_WORK ORDER_:
Please copy each line of the records below that holds the word "resistanceAge".

_Stored data_:

/**
 * What loaded readings teach about this pack's resistance: a Kalman step beside the grid, with
 * the resting voltage taken from the grid as it stood before the reading. The belief is a
 * normal factor on the sheet's resistance; it loosens slowly, for resistance grows unevenly.
 */
import type { EpochDays } from "../units";
import { ASSUMED } from "./assumptions";
import { CURVE_STEPS, atDepth } from "./curves";
import { freshDropMv } from "./cutoff";
import type { ResistanceBelief } from "./end-of-life";
import type { Grid } from "./grid";
import type { PackReading } from "./pack";
import { type PackModel, resistanceAge } from "./pack-model";

/** The factor never leaves this range; only a steady load comes near its top. */
const LOWEST = 0.2;
const HIGHEST = 60;
const REACH = 5 / CURVE_STEPS;

/** Let days pass: the belief loosens, up to what it was at first. */
export function loosen(
  belief: ResistanceBelief,
  firstSd: number,
  days: EpochDays,
): ResistanceBelief {
  const grown = ASSUMED.resistanceWalkPerYear ** 2 * (Math.max(0, days) / 365.2425);
  const sd = Math.sqrt(belief.sd ** 2 + grown * belief.mean ** 2);
  return { mean: belief.mean, sd: Math.min(sd, firstSd * Math.max(1, belief.mean)) };
}

export interface RestGuess {
  readonly restMv: number;
  readonly variance: number;
  /** Fall under the load at the sheet's resistance, mV. */
  readonly dropMv: number;
}

/**
 * Resting voltage and fall under load that the grid expects at a loaded reading; wants the
 * depth marginal in `nodeC`.
 */
export function guessRest(model: PackModel, grid: Grid, reading: PackReading): RestGuess {
  const { curve, pack } = model;
  const dc = reading.temperatureDc ?? model.site.at(reading.at);
  const ua = reading.loadUa ?? model.peakUa;
  const fall = freshDropMv(pack, curve, ua, dc) * resistanceAge(model, reading.at);
  const marginal = grid.nodeC;
  let total = 0;
  let first = 0;
  let second = 0;
  for (let i = 0; i < grid.nx; i++) {
    const depth = grid.depthFrom + i * grid.depthStep;
    total += marginal[i]!;
    first += marginal[i]! * depth;
    second += marginal[i]! * depth * depth;
  }
  const depth = first / total;
  const depthSd = Math.sqrt(Math.max(0, second / total - depth * depth));
  const { restMv, restScale } = curve;
  const fallen = atDepth(restMv, depth - REACH) - atDepth(restMv, depth + REACH);
  const slope = (restScale * fallen) / (2 * REACH);
  const offset = Math.hypot(model.offsetSdMv, model.noiseMv);
  const unsure = Math.hypot(depthSd, ASSUMED.curveDepthSd);
  const accuracy = reading.accuracyMv ?? ASSUMED.accuracyMv;
  return {
    restMv: restScale * atDepth(restMv, depth) + curve.driftMvPerKelvin * (dc / 10 - 20),
    variance: (slope * unsure) ** 2 + offset ** 2 + accuracy ** 2 + 1e-6,
    dropMv: fall * atDepth(curve.resistance, depth),
  };
}

/** The belief after a loaded reading of which `weight` (0..1) is trusted; grid before it. */
export function learnResistance(
  belief: ResistanceBelief,
  guess: RestGuess,
  millivolts: number,
  weight: number,
): ResistanceBelief {
  const { restMv, variance, dropMv } = guess;
  const gain = (dropMv * belief.sd ** 2) / (variance + (dropMv * belief.sd) ** 2);
  const moved = belief.mean + weight * gain * (restMv - millivolts - belief.mean * dropMv);
  const left = 1 - weight * gain * dropMv;
  const mean = Math.min(HIGHEST, Math.max(LOWEST, moved));
  return { mean, sd: Math.max(0.02, belief.sd * Math.sqrt(Math.max(0, left))) };
}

_OUTPUT OF THE TASK_:
import { type PackModel, resistanceAge } from "./pack-model";
  const fall = freshDropMv(pack, curve, ua, dc) * resistanceAge(model, reading.at);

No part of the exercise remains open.